__Stored data__.
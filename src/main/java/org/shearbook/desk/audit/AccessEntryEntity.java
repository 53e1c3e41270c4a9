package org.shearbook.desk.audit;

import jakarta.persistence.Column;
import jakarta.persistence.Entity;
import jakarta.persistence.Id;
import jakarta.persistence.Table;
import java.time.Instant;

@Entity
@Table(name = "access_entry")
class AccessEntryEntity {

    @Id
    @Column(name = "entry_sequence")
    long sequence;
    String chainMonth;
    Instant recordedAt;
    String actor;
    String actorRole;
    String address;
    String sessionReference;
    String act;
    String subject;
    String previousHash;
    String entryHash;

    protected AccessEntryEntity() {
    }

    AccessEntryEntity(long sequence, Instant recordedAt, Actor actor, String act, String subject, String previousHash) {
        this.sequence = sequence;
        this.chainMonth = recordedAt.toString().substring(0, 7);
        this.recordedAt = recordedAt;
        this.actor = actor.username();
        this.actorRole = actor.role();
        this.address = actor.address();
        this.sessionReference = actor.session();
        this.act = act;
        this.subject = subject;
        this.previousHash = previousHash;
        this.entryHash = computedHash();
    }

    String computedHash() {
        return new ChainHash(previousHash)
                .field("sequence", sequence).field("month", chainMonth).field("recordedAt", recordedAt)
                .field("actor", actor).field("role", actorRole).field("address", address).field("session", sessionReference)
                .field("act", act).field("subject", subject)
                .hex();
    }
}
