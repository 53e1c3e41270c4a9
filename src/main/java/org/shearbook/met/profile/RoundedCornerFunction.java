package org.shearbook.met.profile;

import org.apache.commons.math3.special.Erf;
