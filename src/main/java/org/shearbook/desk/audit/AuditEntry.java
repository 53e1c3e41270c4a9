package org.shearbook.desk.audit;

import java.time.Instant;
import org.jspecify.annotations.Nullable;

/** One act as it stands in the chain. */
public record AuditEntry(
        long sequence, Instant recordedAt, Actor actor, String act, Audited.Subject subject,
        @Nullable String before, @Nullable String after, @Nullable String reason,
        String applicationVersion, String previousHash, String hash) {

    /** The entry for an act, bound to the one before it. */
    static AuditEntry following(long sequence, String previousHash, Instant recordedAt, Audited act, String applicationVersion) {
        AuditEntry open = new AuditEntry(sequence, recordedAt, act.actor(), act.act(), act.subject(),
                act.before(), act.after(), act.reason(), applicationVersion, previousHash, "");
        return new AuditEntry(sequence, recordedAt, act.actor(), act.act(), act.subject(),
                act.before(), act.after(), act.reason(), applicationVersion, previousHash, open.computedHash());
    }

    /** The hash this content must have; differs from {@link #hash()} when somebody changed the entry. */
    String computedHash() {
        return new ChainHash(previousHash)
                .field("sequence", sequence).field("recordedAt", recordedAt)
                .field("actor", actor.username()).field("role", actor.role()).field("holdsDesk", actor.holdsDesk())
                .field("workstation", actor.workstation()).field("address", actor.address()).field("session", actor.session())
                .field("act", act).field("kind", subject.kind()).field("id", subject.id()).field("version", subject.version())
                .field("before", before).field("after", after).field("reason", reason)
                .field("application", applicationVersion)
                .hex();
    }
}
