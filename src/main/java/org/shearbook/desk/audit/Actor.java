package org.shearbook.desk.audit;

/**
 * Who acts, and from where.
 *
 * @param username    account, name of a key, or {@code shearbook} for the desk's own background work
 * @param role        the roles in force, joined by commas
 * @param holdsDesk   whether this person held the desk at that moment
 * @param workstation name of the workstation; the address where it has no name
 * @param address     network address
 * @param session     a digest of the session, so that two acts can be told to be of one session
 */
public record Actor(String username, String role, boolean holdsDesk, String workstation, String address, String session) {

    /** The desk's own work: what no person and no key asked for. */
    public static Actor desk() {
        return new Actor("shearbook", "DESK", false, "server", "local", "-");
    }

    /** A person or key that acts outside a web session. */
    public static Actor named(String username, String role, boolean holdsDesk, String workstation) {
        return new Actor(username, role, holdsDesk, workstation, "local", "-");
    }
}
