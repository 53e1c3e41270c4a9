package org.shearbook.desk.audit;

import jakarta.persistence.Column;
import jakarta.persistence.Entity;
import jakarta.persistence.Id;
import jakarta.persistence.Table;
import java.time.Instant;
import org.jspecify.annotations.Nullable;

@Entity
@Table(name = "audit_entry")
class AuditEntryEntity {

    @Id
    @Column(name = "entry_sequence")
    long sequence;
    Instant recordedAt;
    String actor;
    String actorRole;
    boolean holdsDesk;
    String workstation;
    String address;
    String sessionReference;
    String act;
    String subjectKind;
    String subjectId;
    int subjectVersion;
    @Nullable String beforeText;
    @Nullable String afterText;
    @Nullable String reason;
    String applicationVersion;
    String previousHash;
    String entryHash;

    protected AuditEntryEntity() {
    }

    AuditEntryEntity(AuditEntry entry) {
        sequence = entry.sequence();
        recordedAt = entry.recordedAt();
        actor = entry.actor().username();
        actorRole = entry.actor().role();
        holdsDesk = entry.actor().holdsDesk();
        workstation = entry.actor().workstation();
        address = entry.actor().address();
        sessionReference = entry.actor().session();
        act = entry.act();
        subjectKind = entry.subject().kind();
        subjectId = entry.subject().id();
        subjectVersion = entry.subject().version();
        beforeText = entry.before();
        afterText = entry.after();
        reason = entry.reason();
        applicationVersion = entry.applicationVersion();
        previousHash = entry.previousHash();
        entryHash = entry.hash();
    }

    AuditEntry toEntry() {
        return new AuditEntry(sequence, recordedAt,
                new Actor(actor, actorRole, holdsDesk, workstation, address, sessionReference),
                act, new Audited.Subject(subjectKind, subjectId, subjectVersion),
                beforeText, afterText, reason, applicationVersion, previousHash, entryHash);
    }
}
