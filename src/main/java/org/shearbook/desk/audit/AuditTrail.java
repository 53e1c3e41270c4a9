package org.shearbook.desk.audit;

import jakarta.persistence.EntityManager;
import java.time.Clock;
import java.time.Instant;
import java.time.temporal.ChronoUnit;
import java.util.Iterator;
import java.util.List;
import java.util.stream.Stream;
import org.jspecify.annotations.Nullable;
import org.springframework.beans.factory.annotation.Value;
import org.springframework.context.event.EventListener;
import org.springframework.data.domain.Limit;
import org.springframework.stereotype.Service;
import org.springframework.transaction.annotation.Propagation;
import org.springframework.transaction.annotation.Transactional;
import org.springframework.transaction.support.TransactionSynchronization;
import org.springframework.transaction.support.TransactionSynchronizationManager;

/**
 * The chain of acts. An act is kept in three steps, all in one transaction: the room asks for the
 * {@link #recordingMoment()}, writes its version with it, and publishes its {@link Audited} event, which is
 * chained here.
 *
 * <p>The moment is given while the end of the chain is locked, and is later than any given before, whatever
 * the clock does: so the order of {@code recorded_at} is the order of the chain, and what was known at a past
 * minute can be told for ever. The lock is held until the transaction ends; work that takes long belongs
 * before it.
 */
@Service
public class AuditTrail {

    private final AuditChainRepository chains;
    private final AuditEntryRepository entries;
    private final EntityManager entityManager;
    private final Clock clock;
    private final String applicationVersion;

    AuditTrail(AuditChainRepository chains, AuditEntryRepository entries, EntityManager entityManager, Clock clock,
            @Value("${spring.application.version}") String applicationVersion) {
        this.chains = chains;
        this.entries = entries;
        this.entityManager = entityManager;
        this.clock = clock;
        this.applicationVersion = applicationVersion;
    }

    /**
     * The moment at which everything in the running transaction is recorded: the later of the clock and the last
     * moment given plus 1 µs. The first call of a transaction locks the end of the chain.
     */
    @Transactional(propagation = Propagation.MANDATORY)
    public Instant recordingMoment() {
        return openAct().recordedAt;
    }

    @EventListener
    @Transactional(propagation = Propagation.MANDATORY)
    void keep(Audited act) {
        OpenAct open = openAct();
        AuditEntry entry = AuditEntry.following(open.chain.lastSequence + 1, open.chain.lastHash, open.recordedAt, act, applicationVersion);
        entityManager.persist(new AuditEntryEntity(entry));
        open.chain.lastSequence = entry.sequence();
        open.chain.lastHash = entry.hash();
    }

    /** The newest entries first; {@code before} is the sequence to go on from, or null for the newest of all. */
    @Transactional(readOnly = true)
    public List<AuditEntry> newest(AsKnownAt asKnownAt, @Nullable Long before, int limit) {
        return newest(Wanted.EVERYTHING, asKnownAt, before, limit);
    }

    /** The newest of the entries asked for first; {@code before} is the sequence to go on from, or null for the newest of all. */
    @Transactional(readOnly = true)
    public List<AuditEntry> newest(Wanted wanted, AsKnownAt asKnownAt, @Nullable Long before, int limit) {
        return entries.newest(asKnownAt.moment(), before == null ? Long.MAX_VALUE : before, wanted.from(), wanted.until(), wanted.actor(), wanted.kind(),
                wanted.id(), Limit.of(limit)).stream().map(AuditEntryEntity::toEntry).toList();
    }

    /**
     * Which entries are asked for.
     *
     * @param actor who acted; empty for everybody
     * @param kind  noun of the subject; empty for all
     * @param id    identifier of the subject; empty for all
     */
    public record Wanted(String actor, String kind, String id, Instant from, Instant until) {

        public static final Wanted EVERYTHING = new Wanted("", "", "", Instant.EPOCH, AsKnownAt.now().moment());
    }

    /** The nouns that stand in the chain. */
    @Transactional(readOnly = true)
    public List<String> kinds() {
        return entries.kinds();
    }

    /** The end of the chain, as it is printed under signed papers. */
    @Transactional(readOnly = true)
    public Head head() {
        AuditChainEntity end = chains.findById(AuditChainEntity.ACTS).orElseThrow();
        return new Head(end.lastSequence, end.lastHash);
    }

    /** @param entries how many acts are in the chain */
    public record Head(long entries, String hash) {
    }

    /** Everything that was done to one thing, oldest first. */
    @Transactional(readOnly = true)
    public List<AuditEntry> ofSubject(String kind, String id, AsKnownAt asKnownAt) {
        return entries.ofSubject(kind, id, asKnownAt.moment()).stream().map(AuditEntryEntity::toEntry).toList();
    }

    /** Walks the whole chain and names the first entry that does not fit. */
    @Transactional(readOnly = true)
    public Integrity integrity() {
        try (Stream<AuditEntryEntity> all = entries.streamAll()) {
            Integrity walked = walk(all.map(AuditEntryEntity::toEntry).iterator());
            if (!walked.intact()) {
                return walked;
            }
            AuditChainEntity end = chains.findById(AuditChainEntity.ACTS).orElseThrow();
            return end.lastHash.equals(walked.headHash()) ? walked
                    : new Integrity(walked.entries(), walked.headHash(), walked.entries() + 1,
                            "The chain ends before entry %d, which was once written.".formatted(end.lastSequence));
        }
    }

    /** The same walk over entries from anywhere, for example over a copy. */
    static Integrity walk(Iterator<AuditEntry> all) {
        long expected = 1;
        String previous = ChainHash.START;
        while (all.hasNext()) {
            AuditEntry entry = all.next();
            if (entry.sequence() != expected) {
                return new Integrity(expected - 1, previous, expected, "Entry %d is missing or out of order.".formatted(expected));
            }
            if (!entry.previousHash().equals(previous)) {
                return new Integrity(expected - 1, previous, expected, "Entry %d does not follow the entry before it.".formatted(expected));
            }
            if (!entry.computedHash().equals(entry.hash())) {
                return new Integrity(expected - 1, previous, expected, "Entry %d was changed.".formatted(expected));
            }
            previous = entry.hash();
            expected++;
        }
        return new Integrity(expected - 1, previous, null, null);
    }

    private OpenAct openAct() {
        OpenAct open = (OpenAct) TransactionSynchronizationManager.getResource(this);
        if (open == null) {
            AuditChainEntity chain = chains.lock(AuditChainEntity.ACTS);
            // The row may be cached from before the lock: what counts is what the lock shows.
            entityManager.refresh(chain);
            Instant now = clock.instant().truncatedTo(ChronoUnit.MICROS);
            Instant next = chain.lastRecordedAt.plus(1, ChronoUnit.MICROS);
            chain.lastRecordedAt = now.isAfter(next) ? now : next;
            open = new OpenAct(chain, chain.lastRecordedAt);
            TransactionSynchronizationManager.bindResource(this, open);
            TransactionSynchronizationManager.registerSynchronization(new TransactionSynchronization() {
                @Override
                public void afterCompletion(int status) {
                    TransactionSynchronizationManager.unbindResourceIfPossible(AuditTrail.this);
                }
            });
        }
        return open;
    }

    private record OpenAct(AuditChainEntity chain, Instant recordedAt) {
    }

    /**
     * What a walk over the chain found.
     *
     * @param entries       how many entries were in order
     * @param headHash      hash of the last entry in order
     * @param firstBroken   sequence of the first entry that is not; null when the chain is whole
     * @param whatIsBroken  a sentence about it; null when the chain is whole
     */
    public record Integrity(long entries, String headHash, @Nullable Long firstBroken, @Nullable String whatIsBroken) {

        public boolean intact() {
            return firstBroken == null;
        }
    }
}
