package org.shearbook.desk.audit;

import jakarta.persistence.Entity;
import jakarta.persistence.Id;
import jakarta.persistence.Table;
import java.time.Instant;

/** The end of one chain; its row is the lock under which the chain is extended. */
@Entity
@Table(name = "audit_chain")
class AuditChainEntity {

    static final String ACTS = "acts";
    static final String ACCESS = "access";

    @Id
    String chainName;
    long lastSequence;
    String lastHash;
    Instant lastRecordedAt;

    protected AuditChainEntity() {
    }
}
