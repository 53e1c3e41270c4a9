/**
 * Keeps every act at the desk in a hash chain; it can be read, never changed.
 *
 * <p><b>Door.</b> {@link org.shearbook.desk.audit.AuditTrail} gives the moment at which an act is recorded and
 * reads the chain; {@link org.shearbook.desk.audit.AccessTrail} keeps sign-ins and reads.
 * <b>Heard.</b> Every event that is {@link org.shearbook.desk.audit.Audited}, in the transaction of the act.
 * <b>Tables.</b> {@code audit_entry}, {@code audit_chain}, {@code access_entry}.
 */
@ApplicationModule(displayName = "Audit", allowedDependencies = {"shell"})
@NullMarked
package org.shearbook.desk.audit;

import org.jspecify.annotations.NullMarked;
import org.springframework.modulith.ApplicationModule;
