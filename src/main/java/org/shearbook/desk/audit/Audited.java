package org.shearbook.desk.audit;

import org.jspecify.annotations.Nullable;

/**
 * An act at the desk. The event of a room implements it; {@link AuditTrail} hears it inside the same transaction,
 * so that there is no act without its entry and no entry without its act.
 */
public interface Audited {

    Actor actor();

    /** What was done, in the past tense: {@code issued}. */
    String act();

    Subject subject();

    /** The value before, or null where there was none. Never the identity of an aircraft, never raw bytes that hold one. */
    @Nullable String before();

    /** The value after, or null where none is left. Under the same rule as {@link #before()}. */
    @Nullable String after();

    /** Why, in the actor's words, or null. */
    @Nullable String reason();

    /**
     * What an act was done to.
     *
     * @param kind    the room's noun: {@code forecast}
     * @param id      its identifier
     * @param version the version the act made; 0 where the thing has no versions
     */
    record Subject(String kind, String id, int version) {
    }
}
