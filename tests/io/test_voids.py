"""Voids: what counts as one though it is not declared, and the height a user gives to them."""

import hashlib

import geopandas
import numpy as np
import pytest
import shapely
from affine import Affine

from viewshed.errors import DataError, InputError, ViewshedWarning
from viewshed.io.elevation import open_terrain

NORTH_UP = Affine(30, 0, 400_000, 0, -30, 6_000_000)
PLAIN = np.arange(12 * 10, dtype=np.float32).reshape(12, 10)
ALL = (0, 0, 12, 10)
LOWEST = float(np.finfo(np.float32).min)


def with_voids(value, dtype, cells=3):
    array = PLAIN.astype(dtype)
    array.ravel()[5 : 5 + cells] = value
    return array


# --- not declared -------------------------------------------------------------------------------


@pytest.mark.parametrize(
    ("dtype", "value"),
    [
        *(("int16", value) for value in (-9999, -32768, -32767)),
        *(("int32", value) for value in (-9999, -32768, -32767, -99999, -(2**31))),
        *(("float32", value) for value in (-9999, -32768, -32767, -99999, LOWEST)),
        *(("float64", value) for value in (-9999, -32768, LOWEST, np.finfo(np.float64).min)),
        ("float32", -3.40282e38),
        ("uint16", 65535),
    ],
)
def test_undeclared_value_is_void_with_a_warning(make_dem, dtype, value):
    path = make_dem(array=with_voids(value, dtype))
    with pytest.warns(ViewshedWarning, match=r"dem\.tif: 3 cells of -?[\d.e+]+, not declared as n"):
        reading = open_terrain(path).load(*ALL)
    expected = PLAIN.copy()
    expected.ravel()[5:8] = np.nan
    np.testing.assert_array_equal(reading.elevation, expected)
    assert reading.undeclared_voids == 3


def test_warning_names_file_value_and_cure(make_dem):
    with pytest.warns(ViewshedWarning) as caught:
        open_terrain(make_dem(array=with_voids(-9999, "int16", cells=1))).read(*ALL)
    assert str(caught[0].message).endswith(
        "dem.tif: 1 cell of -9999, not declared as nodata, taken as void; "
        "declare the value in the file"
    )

__Goal of the exercise__. For the string "actorRole", search the preceding data and copy every line that includes it.

__Exercise response__.
    String actorRole;
        this.actorRole = actor.role();
                .field("actor", actor).field("role", actorRole).field("address", address).field("session", sessionReference)
    String actorRole;
        actorRole = entry.actor().role();
                new Actor(actor, actorRole, holdsDesk, workstation, address, sessionReference),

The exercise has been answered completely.